De acordo com o acórdão do TRE-RJ, a Pavipremo aparece no centro das suspeitas por apresentar movimentações consideradas incompatíveis com sua capacidade econômica declarada.
Carros de luxo e movimentações suspeitas
Entre os elementos citados pela investigação estão veículos de luxo registrados em nome da empresa, mas utilizados por terceiros ligados ao grupo investigado, incluindo Valdecy da Saúde e familiares.
Relatórios de Inteligência Financeira (RIFs) do Coaf também identificaram operações financeiras consideradas atípicas, com movimentações fracionadas — prática frequentemente associada à tentativa de evitar alertas automáticos do sistema financeiro.
Além disso, mensagens encontradas no celular de Bernard Rodrigues, apontado como operador do esquema, indicariam relação próxima de amizade e negócios com Edmar Evangelista, incluindo negociações de veículos para ocultar os verdadeiros proprietários dos bens.
Defesa tentou derrubar bloqueio
No recurso apresentado ao TRE-RJ, a defesa alegou três pontos principais:
- ausência de manifestação prévia do Ministério Público Eleitoral;
- falta de fundamentação da decisão judicial;
- inexistência de provas suficientes contra o empresário.
Os argumentos foram rejeitados pela Corte.
Segundo a relatora, a legislação permite que o bloqueio patrimonial seja decretado a partir de pedido da autoridade policial ainda na fase de investigação, desde que existam indícios mínimos de irregularidade e risco de desaparecimento do patrimônio.
A desembargadora também afirmou que a ausência inicial de manifestação do Ministério Público ocorreu por falha técnica no sistema eletrônico de intimações e que o órgão posteriormente concordou integralmente com a medida.
TRE-RJ diz que bloqueio não é condenação antecipada
O tribunal ressaltou que o bloqueio dos bens não representa condenação antecipada, mas uma medida cautelar para evitar que valores eventualmente ligados ao esquema sejam ocultados antes do fim do processo.
Na decisão, a relatora destacou que crimes financeiros e lavagem de dinheiro costumam envolver estruturas sofisticadas e movimentações rápidas de patrimônio, o que exige atuação preventiva do Judiciário.
“O objetivo é impedir a dissipação dos recursos e garantir eventual reparação ao erário em caso de futura condenação”, aponta o entendimento do acórdão.
O TRE-RJ considerou que os relatórios do Coaf, as planilhas financeiras, as movimentações bancárias e os vínculos identificados pela Polícia Federal são suficientes, neste momento da investigação, para justificar a manutenção do bloqueio.
Julgamento foi unânime
O recurso foi rejeitado por unanimidade pelos desembargadores do Tribunal Regional Eleitoral do Rio de Janeiro.
Com a decisão, seguem mantidos o sequestro de ativos financeiros e as medidas patrimoniais impostas contra o empresário no âmbito da Operação Teatro Invisível II, uma das principais investigações eleitorais em andamento no estado do Rio de Janeiro.
A operação Teatro Invisível II foi deflagrada pela PF em abruil de 2025. Foram cumpridos dez mandados de busca e apreensão.

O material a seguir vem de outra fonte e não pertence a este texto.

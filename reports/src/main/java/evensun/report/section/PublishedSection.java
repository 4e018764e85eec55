package evensun.report.section;

import evensun.report.page.Block;
import evensun.report.page.Section;
import evensun.report.page.Table;
import evensun.report.text.Numbers;
import evensun.result.Published;
import evensun.result.RunResult;
import java.util.List;
import java.util.Optional;

/** Published values beside those that this very program and machine computed in the same run. */
public final class PublishedSection {

  private PublishedSection() {}

  /** The section; absent where nothing was compared. */
  public static Optional<Section> of(RunResult result) {
    List<Published> values = result.published();
    if (values == null || values.isEmpty()) {
      return Optional.empty();
    }
    long agreed = values.stream().filter(Published::agrees).count();
    String heading =
        agreed == values.size()
            ? "All " + values.size() + " published values are met"
            : values.size() - agreed + " of " + values.size() + " published values are not met";
    String what =
        "Known results, computed by the program that made this report, in the same run. They test"
            + " the method, not the materials of this stack.";
    return Optional.of(
        new Section(
            "published",
            "Published values",
            heading,
            List.of(new Block.Prose(what), new Block.Grid(table(values), true))));
  }

  private static Table table(List<Published> values) {
    Table.Builder table =
        new Table.Builder("table-published", "Published and computed")
            .words("quantity")
            .numbers("published", "")
            .numbers("computed", "")
            .numbers("may differ by", "")
            .words("unit")
            .words("verdict")
            .words("source");
    for (Published value : values) {
      table.row(
          value.what(),
          Numbers.significant(value.published(), 7),
          Numbers.significant(value.computed(), 7),
          Numbers.significant(value.tolerance(), 3),
          value.unit(),
          value.agrees() ? "agrees" : "differs",
          value.source());
    }
    return table.build();
  }
}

Segundo a PF, as investigações mostraram que proprietários de empresas são suspeitos de envolvimento em fraudes em licitações em quatro municípios: Cabo Frio, Itaguaí, Mangaratiba e São João de Meriti. Além disso, a PF constatou que o grupo usou recursos não declarados à Justiça Eleitoral para favorecer candidatos políticos nas eleições municipais de 2024.
As investigações revelaram, ainda, que o grupo promoveu a destruição de provas, guardadas principalmente em meios digitais, que poderiam incriminar seus integrantes. Também haveria, segundo a PF, provas contundentes de lavagem de dinheiro, por meio de contas de passagem, uso de dinheiro em espécie e aquisições de bens de alto valor.
Além dos mandados de busca e apreensão, a Justiça determinou o bloqueio das contas dos investigados, em valores que chegam a R$ 3,5 bilhões, além da suspensão das atividades econômicas de oito empresas.
As informações são do site Agenda do Poder.